Eco Del Cinema

Due vite per caso – Recensione

Un film sulla casualità e sulle scelte di vita, con una forte componente di denuncia sociale

Regia: Alessandro Aronadio – Cast: Lorenzo Balducci, Isabella Ragonese, Ivan Franek, Riccardo Cicogna, Sarah Felberbaum, Monica Scattini, Teco Celio, Rocco Papaleo, Ivano de Matteo, Niccolò Senni, Tatti Sanguineti, Roberta Fiorentini, Anna Ferzetti – Genere: Drammatico, colore, 88 minuti – Produzione: Italia, 2010 – Distribuzione: Lucky Red – Data di uscita: 7 maggio 2010.

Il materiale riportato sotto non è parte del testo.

def _docstring(plan: LogicPlan, table: Table, class_name: str, source_name: str, source_digest: str) -> list[str]:
    src = source_name or table.source or "an unnamed table"
    lines = [
        f'"""{class_name}: combinational logic generated by plaforge from {src}.',
        "",
        f"Source: {src}",
        f"SHA-256: {source_digest or 'not recorded'}",
        f"Realizes: {plan.summary}.",
        "Check it against the spec, output by output, with: plaforge check SPEC THIS_FILE.py",
        "(it simulates this component and proves the PLAFORGE_ARTIFACT data below).",
        "",
        "Ports (spec name -> port; bit i of a bus port is spec bit name[i]):",
    ]
    for p in plan.ports:
        kind = f"{'In' if p.direction == 'in' else 'Out'}({p.width})"
        spec = p.spec_name if p.scalar else f"{p.spec_name}[0..{p.width - 1}]"
        lines.append(f"    {spec} -> {p.name}: {kind}")
    lines += [
        "",
        "Caution: this is raw combinational logic. Its outputs can glitch while inputs change",
        "(register them if that matters), its timing is whatever your toolchain makes of it,",
        "and don't-care points take whatever value the realization gives them. Review it and",
        "time it in your own flow before relying on it.",
        '"""',
    ]
    return [ln.replace("\\", "/").replace('"""', "'''") if 0 < k < len(lines) - 1 else ln
            for k, ln in enumerate(lines)]


def module_source(
    table: Table,
    artifact: Cover | LutNetwork,
    *,
    source_name: str = "",
    source_digest: str = "",
    class_name: str | None = None,
) -> str:
    """A stand-alone Python file defining one Amaranth component that realizes ``artifact``.

    Parameters
    ----------
    table : Table
        The spec; gives the ports (its buses) and their names.
    artifact : Cover or LutNetwork
        A Cover gives style ``sop``, a LutNetwork style ``lut``. Its names must equal the table's.
    source_name, source_digest : str
        Spec file name and SHA-256 hex digest, quoted in the docstring.
    class_name : str, optional
        The component's class name; derived from ``source_name`` when omitted (see :func:`class_name_for`).

    Returns
    -------
    str
        The file text: deterministic (no dates), laid out as the ruff formatter would at line length 88.

    Raises
    ------
    PlaforgeError
        If ``class_name`` is not a usable identifier, or the artifact's names differ from the table's.
    """
    plan = plan_for(table, artifact)
    name = class_name if class_name is not None else class_name_for(source_name or table.source)
    if not name.isidentifier() or keyword.iskeyword(name) or name in _FILE_NAMES or not name.isascii():
        raise PlaforgeError(f"class name {name!r} is not usable; give a Python identifier such as 'AddressDecoder'")
    many = plan.style == "sop" and any(len(ts) > OR_CHAIN_LIMIT for ts, _ in plan.outputs)
    names = ["Module", "Signal"] + (["Cat", "Const"] if plan.style == "lut" else ["Cat"] if many else [])
    lines = _docstring(plan, table, name, source_name, source_digest)
    lines += ["", f"from amaranth.hdl import {', '.join(sorted(names))}", "from amaranth.lib import wiring",
              "from amaranth.lib.wiring import In, Out", "", f'__all__ = ["{name}"]', ""]
    lines.append("# What this module realizes, as data, so a checker can prove it against the spec: a JSON")
    lines.append("# header, then one line per " + ("cover row (inputs, outputs as in PLA)." if plan.style == "sop"
                                                   else "LUT (INIT as hex, first fan-in least significant)."))
    lines += _seq_lines("PLAFORGE_ARTIFACT = ", [_pystr(x) for x in plan.artifact_lines])
    if plan.style == "lut":
        lines += [
            "",
            "",
            "def lut(init, *fanins):",
            '    """A LUT: bit j of ``init`` is the output when the fan-ins, first one as bit 0, read j."""',
            "    return Const(init, 1 << len(fanins)).bit_select(Cat(*fanins), 1)",
        ]
    lines += ["", "", f"class {name}(wiring.Component):",
              f'    """Realizes {_doc_src(source_name or table.source)} (see the module docstring)."""', ""]
    for p in plan.ports:
        lines.append(f"    {p.name}: {'In' if p.direction == 'in' else 'Out'}({p.width})")
    lines += ["", "    def elaborate(self, platform):"]
    lines += _elaborate_body(plan, table)
    return "\n".join(lines) + "\n"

due-vite-per-casoSe la vita fosse una linea retta che viaggia spedita senza inciampi, i punti nella quale viene intersecata, e che ne sbilanciano l’andatura, possono essere considerati come delle devianze dalle quali dobbiamo necessariamente fuggire. Non sempre però aver fatto la scelta più “dritta” costituisce il deterrente ideale per pascersi nella tranquillità della decisione presa.

Alessandro Aronadio, al suo film d’esordio, tratto da una raccolta di racconti di Marco Bosonetto “Morte di un diciottenne perplesso” (Baldini & Castoldi, 2003) e in concorso al Festival del Cinema di Berlino nella sezione Panorama, ci pone di fronte a quel bivio nel quale ineluttabilmente siamo costretti a sostare, prima di fare delle scelte, che siano consapevoli o dettate dal Caso. A fare da sfondo il ricordo e l’espediente dei fatti di Genova durante il G8 del 2001, che con la loro violenza da entrambi gli schieramenti, che fossero manifestanti non pacifici o poliziotti troppo “ligi” al dovere, ha inevitabilmente portato ad una rivalutazione delle proprie prese di coscienza.

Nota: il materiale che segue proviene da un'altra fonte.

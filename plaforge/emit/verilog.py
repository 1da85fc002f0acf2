"""Verilog: written directly for people (:func:`readable_verilog`), or through Amaranth's own backend.

:func:`readable_verilog` writes a cover or a LUT network as one module a person can read: a header comment the
caller supplies (source, digest, figures, cautions), `` `timescale 1ns / 1ps``, the ports in the spec's order with
the component's port names (:func:`plaforge.core.names.ports_of`), one named wire per product term (``pt0``, ...)
or per LUT (named after the LUT), and one ``assign`` per output. A LUT is a sized constant indexed by the
concatenation of its fan-ins, fan-in 0 the least significant index bit (the INIT order of docs/conventions.md).
With ``registered`` the ports ``clk`` and ``rst`` come first and the outputs are registers loaded in one ``always``
block at the rising edge of ``clk`` (cleared while ``rst`` is high), the stage a registered Amaranth module has.

:func:`verilog_source` converts a generated Amaranth component with the backend
(``amaranth.back.verilog.convert``, with the Yosys it bundles).

The generated component is converted as the top module; its ports keep the component's port names (see
:mod:`plaforge.core.names` for how spec names map to them). Source-location attributes are left out, so the text
depends only on the logic and on the backend version, not on where files live: the same input gives the same bytes.
"""

from __future__ import annotations

from collections.abc import Sequence
from typing import Any

from ..core.cube import Cover
from ..core.errors import ArtifactError
from ..core.names import VERILOG_KEYWORDS, Port, check_names, identifier, ports_of, unique_names
from ..core.network import LutNetwork
from ..core.table import Table
from ..verify.component import instantiate, load_source
from .plan import CLOCK_PORTS, check_clock_ports

__all__ = ["TIMESCALE", "readable_verilog", "renamed_ports", "verilog_name", "verilog_source"]

TIMESCALE = "`timescale 1ns / 1ps"
"""The time unit line every readable module starts with (simulators warn about modules without one)."""


def verilog_name(name: str) -> str:
    """A plain Verilog module identifier for ``name`` (:func:`plaforge.core.names.identifier`, avoiding keywords).

    >>> verilog_name("memory-map"), verilog_name("7seg"), verilog_name("wire")
    ('memory_map', 'p_7seg', 'wire_')
    """
    return identifier(name, VERILOG_KEYWORDS)


def verilog_source(component_or_source: Any, name: str) -> str:
    """Verilog text for a component, or for the source text of a generated module file.

    Parameters
    ----------
    component_or_source : amaranth.lib.wiring.Component or str
        A component instance (from :func:`plaforge.emit.amaranth.build_component`, say) or the text
        :func:`plaforge.emit.amaranth.module_source` returned.
    name : str
        The Verilog module name (made a plain identifier by :func:`verilog_name`).

    Returns
    -------
    str
        The Verilog text, ending in a newline.

    Raises
    ------
    ArtifactError
        If the source does not run or does not define exactly one component, or the backend cannot convert the
        component (its ``elaborate`` raises, say).
    """
    from amaranth.back import verilog

    if isinstance(component_or_source, str):
        where = "<module source>"
        component = instantiate(load_source(component_or_source, where), where)
    else:
        component = component_or_source
    try:
        text = verilog.convert(component, name=verilog_name(name), emit_src=False)
    except Exception as exc:  # noqa: BLE001 - the backend reports problems as assorted exceptions
        raise ArtifactError(f"Verilog conversion failed: {type(exc).__name__}: {exc}") from None
    return text if text.endswith("\n") else text + "\n"


def renamed_ports(table: Table) -> list[tuple[str, str]]:
    """``(spec name, port name)`` for every port whose name differs from the spec's bus name, in port order."""
    return [(p.spec_name, p.name) for p in ports_of(table) if p.name != p.spec_name]


def _bit_names(ports: Sequence[Port], direction: str, count: int) -> list[str]:
    names = [""] * count
    for p in ports:
        if p.direction == direction:
            for b, idx in enumerate(p.members):
                names[idx] = p.name if p.scalar else f"{p.name}[{b}]"
    return names


def _declarations(ports: Sequence[Port], registered: bool = False) -> list[str]:
    width = max((len(f"[{p.width - 1}:0]") for p in ports if not p.scalar), default=0)
    lines = []
    decls = [("input ", "wire", name, "") for name in CLOCK_PORTS] if registered else []
    decls += [("input " if p.direction == "in" else "output", "reg " if registered and p.direction == "out" else "wire",
               p.name, "" if p.scalar else f"[{p.width - 1}:0]") for p in ports]
    for k, (kind, net, name, rng) in enumerate(decls):
        comma = "," if k < len(decls) - 1 else ""
        lines.append(f"    {kind} {net} {rng:<{width}} {name}{comma}" if width else f"    {kind} {net} {name}{comma}")
    return lines


def _outputs(drives: Sequence[tuple[str, str]], ports: Sequence[Port], registered: bool) -> list[str]:
    """``assign`` per output bit; registered: one ``always`` block loading every output at the rising clock edge,
    all outputs 0 while ``rst`` is high (the reset of Amaranth's ``sync`` domain)."""
    if not registered:
        return [f"    assign {target} = {expr};" for target, expr in drives]
    lines = ["    // registered: at each rising edge of clk every output loads its value below (0 while rst is high),",
             "    // so the outputs follow the inputs one clock cycle later",
             "    always @(posedge clk) begin", "        if (rst) begin"]
    lines += [f"            {p.name} <= {p.width}'d0;" for p in ports if p.direction == "out"]
    lines.append("        end else begin")
    lines += [f"            {target} <= {expr};" for target, expr in drives]
    lines += ["        end", "    end"]
    return lines


def _sop_body(table: Table, cover: Cover, ports: Sequence[Port]) -> tuple[list[str], list[tuple[str, str]]]:
    ins = _bit_names(ports, "in", table.n_inputs)
    outs = _bit_names(ports, "out", table.n_outputs)
    wires = unique_names((f"pt{k}" for k in range(cover.rows)), [p.name for p in ports])
    order = _input_order(ports)
    lines = [f"    // {cover.rows} product term{'s' if cover.rows != 1 else ''}, each ANDing input bits (~: complemented)"]
    for w, c in zip(wires, cover.cubes):
        lits = [ins[i] if c.value >> i & 1 else f"~{ins[i]}" for i in order if c.care >> i & 1]
        body = " & ".join(lits) if lits else "1'b1"
        lines.append(f"    wire {w} = {body};")
    lines.append("    // each output is the OR of its terms; ~( ... ): realized inverted")
    drives = []
    for j in range(table.n_outputs):
        feeding = [w for w, c in zip(wires, cover.cubes) if c.outputs >> j & 1]
        expr = " | ".join(feeding) if feeding else "1'b0"
        if cover.is_inverted(j):
            expr = f"~({expr})" if feeding else "1'b1"
        drives.append((outs[j], expr))
    return lines, drives


def _input_order(ports: Sequence[Port]) -> list[int]:
    """Input indices as a reader scans them: ports in spec order, each bus high bit first."""
    return [i for p in ports if p.direction == "in" for i in reversed(p.members)]


def _lut_body(table: Table, net: LutNetwork, ports: Sequence[Port]) -> tuple[list[str], list[tuple[str, str]]]:
    ref = dict(zip(table.input_names, _bit_names(ports, "in", table.n_inputs)))
    outs = _bit_names(ports, "out", table.n_outputs)
    taken = [p.name for p in ports]
    wires = unique_names((identifier(lut.name, VERILOG_KEYWORDS) for lut in net.luts), taken)
    inits = unique_names((f"{w.upper()}_INIT" for w in wires), taken + list(wires))
    ref.update(zip((lut.name for lut in net.luts), wires))
    ref["0"], ref["1"] = "1'b0", "1'b1"
    lines = [(f"    // {net.count} LUT{'s' if net.count != 1 else ''} of at most {net.k} inputs; a LUT's output is "
              "bit {fan-ins} of its INIT, fan-in 0 the least significant index bit")]
    for lut, w, init in zip(net.luts, wires, inits):
        m = len(lut.inputs)
        bits = 1 << m
        digits = max(1, bits // 4)
        lines.append(f"    localparam [{bits - 1}:0] {init} = {bits}'h{lut.init:0{digits}X};")
        if m == 0:
            lines.append(f"    wire {w} = {init}[0];")
        else:
            fanins = ", ".join(ref[x] for x in reversed(lut.inputs))
            lines.append(f"    wire {w} = {init}[{{{fanins}}}];")
    return lines, [(outs[j], ref[d]) for j, d in enumerate(net.drivers)]


def readable_verilog(table: Table, artifact: Cover | LutNetwork, name: str, header: Sequence[str] = (), *,
                     registered: bool = False) -> str:
    """One Verilog module ``name`` realizing ``table`` by ``artifact``, written to be read (see the module docs).

    Parameters
    ----------
    table : Table
    artifact : Cover or LutNetwork
        Its input and output names must be the table's.
    name : str
        The module name (made a plain identifier by :func:`verilog_name`).
    header : sequence of str
        Comment lines put first (without the ``//``).
    registered : bool
        Register every output: ports ``clk`` and ``rst`` first, then as above; each output a ``reg`` loaded at the
        rising edge of ``clk`` and cleared while ``rst`` is high (the same stage as a registered Amaranth module).

    Raises
    ------
    ArtifactError
        If the artifact's names are not the table's.
    PlaforgeError
        If ``registered`` and the spec has a port named ``clk`` or ``rst``.
    """
    what = "the cover" if isinstance(artifact, Cover) else "the LUT network"
    check_names(table, artifact.input_names, artifact.output_names, what)
    ports = ports_of(table)
    if registered:
        check_clock_ports(ports)
    lines = [f"// {h}".rstrip() for h in header]
    lines += [TIMESCALE, "", f"module {verilog_name(name)} ("]
    lines += _declarations(ports, registered)
    lines.append(");")
    body, drives = (_sop_body if isinstance(artifact, Cover) else _lut_body)(table, artifact, ports)  # type: ignore[operator]
    lines += body + _outputs(drives, ports, registered)
    lines.append("endmodule")
    return "\n".join(lines) + "\n"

Il regista gioca abilmente sul crocevia nel quale il protagonista Matteo è “accidentalmente” coinvolto, in un intersecarsi di piani paralleli che coinvolgono l’alter ego positivo o negativo (dipende dai punti di vista) di ognuno, costituendo un precedente, o quasi, per il nostro cinema. Una sera di pioggia la sua auto tampona quella di due poliziotti in borghese, e il ragazzo finisce in questura. Da quella sera la sua vita non è più la stessa, perché la rabbia per l’esistenza che ha scelto continua a scavarlo dentro. Ma se invece quella stessa sera la sua auto avesse frenato in tempo?

Il gioco sui piani (o binari per fare una citazione hitchcockiana) paralleli, è decisamente avvezzo al cinema, e ciò diventa il pretesto per sondare l’infinita rete di possibilità nelle quali possiamo perderci. Non mancano le citazioni in questo film che si veste coraggiosamente di denuncia sociale: nella fattispecie affronta il tema dell’annichilimento delle generazioni odierne che, nell’attesa che qualcosa cambi, costruiscono un nido sulla montagna, al riparo dalle decisioni.

Come opera prima ha il merito di aver utilizzato un racconto su piani paralleli e sfalsati, che troppo poco spesso si vede nel nostro cinema. In ultima analisi una menzione speciale per la partecipazione del grande critico Tatti Sanguineti, che in una sequenza memorabile del film illustra di fronte a una platea di studenti la scena finale de “I 400 colpi” di François Truffaut. Spiegando l’ultimo fermo immagine su Antoine Doinel dice: “Chi sei tu per giudicare…”.